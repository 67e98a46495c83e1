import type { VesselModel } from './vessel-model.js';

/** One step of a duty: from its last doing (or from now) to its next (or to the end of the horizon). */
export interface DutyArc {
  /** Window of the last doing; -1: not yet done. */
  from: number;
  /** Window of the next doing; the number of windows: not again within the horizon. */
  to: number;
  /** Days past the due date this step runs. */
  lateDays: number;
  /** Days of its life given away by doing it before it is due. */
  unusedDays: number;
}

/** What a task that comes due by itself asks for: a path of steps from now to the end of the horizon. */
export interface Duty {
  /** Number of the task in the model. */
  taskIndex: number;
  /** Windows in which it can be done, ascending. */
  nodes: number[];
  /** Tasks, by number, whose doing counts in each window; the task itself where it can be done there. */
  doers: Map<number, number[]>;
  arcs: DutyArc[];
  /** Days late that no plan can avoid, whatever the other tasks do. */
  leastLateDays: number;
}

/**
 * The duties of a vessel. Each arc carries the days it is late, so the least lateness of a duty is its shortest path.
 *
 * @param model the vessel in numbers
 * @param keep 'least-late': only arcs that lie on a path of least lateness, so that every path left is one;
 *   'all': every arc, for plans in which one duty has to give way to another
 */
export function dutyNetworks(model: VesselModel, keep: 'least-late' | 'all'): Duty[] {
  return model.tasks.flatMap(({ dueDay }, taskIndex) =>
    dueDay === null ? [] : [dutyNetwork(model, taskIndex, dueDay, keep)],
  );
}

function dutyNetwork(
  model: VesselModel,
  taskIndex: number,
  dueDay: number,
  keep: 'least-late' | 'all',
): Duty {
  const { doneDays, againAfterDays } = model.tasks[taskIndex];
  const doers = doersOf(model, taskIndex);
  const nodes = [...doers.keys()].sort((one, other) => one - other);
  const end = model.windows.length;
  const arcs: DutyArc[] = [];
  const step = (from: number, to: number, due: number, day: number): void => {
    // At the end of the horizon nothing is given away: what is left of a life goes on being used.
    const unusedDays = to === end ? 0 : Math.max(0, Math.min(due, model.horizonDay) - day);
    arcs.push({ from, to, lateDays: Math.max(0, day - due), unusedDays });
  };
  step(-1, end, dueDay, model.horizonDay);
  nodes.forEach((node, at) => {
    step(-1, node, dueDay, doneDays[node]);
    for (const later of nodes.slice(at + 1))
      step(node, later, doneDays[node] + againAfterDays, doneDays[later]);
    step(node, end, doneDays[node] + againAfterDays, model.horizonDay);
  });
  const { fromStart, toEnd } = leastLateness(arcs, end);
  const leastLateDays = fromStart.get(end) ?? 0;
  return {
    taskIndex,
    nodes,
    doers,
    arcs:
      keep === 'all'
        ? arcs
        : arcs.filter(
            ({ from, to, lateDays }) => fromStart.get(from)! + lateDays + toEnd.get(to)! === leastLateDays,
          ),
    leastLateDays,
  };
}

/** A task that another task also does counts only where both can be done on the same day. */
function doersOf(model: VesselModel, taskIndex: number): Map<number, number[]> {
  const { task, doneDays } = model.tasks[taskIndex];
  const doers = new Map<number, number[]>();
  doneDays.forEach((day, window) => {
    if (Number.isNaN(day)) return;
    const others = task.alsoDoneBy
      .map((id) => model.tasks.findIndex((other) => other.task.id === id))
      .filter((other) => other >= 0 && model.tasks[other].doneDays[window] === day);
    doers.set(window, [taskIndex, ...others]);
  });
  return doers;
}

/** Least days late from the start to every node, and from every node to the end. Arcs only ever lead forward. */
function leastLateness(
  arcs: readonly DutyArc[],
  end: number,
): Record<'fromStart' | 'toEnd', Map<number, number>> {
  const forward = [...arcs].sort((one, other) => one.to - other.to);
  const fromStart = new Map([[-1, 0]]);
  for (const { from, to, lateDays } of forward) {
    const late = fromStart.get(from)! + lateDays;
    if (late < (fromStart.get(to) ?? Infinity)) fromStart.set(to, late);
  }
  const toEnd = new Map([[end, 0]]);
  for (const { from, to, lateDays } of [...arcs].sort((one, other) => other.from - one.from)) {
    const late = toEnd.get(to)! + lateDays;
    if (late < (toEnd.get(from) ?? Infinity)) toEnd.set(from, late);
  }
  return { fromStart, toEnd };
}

* * *

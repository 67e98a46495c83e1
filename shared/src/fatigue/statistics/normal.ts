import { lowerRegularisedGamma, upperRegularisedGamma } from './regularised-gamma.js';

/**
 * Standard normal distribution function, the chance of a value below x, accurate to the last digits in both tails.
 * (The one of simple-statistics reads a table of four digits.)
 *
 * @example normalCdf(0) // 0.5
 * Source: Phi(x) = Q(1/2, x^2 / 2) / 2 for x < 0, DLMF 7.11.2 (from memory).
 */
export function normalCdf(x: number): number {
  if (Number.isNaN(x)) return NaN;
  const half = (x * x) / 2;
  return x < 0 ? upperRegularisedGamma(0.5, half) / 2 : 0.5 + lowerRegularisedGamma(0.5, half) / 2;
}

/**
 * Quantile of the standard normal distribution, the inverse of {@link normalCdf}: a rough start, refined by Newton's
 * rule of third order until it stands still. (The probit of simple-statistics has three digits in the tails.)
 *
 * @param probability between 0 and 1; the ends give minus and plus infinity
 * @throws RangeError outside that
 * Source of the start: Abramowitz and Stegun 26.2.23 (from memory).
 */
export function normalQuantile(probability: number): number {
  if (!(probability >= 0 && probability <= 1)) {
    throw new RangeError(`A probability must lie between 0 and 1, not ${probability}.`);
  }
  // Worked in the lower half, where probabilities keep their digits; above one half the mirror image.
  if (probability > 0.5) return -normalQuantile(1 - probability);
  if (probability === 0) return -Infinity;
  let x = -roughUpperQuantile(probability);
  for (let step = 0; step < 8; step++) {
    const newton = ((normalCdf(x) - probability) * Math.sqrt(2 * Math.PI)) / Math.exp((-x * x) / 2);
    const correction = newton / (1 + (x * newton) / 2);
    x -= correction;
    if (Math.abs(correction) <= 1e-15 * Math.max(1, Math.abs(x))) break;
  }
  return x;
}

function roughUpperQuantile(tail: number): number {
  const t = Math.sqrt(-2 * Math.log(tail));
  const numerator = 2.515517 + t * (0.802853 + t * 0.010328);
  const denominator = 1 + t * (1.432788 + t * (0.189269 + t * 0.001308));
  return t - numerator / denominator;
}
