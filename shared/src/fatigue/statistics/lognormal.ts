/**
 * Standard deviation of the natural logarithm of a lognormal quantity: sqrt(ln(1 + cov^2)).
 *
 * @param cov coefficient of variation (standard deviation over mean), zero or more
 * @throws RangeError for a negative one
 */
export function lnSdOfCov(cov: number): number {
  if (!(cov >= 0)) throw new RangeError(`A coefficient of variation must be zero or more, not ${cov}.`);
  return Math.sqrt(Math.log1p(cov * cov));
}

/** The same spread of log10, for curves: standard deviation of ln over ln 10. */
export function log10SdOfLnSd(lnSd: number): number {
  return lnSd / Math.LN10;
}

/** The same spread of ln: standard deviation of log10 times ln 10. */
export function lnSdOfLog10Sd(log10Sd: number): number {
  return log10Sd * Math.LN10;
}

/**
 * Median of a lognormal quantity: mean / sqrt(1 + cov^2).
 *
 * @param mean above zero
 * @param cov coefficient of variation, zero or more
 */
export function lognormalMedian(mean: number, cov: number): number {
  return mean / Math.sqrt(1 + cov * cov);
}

...

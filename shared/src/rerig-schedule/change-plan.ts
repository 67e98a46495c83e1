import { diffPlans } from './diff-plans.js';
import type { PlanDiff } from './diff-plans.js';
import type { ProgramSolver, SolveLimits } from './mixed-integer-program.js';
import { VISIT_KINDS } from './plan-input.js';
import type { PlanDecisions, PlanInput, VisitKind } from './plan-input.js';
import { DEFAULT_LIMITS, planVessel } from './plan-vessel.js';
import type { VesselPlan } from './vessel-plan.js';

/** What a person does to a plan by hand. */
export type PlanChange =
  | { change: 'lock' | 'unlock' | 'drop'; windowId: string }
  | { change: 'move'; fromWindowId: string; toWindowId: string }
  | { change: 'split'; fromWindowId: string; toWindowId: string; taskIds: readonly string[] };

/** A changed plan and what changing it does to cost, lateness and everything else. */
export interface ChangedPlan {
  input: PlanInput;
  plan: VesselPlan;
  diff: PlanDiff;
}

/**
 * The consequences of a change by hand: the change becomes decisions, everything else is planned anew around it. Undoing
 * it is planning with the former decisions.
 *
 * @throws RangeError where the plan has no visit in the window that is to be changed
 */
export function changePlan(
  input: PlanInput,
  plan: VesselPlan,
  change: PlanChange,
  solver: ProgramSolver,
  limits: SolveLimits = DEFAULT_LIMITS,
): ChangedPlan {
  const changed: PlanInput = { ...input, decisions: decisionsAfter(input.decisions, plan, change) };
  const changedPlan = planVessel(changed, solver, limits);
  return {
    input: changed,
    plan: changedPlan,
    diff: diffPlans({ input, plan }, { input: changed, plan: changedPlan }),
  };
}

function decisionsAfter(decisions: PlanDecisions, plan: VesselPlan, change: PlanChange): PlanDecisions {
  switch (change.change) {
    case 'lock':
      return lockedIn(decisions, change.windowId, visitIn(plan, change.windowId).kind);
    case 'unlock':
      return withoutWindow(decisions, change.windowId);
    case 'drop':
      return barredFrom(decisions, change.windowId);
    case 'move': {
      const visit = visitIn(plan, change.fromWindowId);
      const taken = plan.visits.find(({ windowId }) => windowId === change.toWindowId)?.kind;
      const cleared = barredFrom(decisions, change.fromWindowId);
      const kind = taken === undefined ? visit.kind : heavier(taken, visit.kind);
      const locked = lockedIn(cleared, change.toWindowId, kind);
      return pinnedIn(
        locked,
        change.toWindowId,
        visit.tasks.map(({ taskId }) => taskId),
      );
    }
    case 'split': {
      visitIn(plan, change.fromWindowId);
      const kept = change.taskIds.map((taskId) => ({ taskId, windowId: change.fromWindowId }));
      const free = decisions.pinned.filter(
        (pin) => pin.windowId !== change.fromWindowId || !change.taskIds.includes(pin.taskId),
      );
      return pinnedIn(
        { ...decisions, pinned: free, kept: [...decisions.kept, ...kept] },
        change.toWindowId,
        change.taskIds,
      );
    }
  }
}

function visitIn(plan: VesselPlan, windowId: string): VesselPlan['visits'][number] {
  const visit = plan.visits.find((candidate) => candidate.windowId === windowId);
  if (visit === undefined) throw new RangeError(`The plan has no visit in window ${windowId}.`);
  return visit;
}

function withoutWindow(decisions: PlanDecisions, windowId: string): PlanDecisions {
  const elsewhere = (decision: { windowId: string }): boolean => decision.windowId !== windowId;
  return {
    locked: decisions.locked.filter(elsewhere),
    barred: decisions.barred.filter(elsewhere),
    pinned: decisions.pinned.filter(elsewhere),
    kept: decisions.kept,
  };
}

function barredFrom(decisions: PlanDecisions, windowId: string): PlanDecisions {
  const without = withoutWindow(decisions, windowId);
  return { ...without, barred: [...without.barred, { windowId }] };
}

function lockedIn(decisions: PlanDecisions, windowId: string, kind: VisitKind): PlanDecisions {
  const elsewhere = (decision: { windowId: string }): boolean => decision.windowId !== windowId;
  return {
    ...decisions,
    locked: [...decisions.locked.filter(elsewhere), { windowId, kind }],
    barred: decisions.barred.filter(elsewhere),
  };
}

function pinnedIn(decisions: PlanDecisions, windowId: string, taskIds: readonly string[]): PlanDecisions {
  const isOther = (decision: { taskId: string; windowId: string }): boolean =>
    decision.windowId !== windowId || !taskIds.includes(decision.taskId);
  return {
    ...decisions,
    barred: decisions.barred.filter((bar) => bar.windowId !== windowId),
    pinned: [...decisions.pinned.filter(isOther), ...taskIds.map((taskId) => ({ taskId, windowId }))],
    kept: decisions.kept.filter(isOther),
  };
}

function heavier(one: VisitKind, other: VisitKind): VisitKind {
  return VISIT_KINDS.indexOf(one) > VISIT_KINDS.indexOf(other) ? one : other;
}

— Work instructions —
Every line from the line containing "VesselModel, keep: 'least-late'" through the line containing "keep === 'all'" in the records above must be retyped exactly. Leave out the rest.

— Answer to the exercise —
export function dutyNetworks(model: VesselModel, keep: 'least-late' | 'all'): Duty[] {
  return model.tasks.flatMap(({ dueDay }, taskIndex) =>
    dueDay === null ? [] : [dutyNetwork(model, taskIndex, dueDay, keep)],
  );
}

function dutyNetwork(
  model: VesselModel,
  taskIndex: number,
  dueDay: number,
  keep: 'least-late' | 'all',
): Duty {
  const { doneDays, againAfterDays } = model.tasks[taskIndex];
  const doers = doersOf(model, taskIndex);
  const nodes = [...doers.keys()].sort((one, other) => one - other);
  const end = model.windows.length;
  const arcs: DutyArc[] = [];
  const step = (from: number, to: number, due: number, day: number): void => {
    // At the end of the horizon nothing is given away: what is left of a life goes on being used.
    const unusedDays = to === end ? 0 : Math.max(0, Math.min(due, model.horizonDay) - day);
    arcs.push({ from, to, lateDays: Math.max(0, day - due), unusedDays });
  };
  step(-1, end, dueDay, model.horizonDay);
  nodes.forEach((node, at) => {
    step(-1, node, dueDay, doneDays[node]);
    for (const later of nodes.slice(at + 1))
      step(node, later, doneDays[node] + againAfterDays, doneDays[later]);
    step(node, end, doneDays[node] + againAfterDays, model.horizonDay);
  });
  const { fromStart, toEnd } = leastLateness(arcs, end);
  const leastLateDays = fromStart.get(end) ?? 0;
  return {
    taskIndex,
    nodes,
    doers,
    arcs:
      keep === 'all'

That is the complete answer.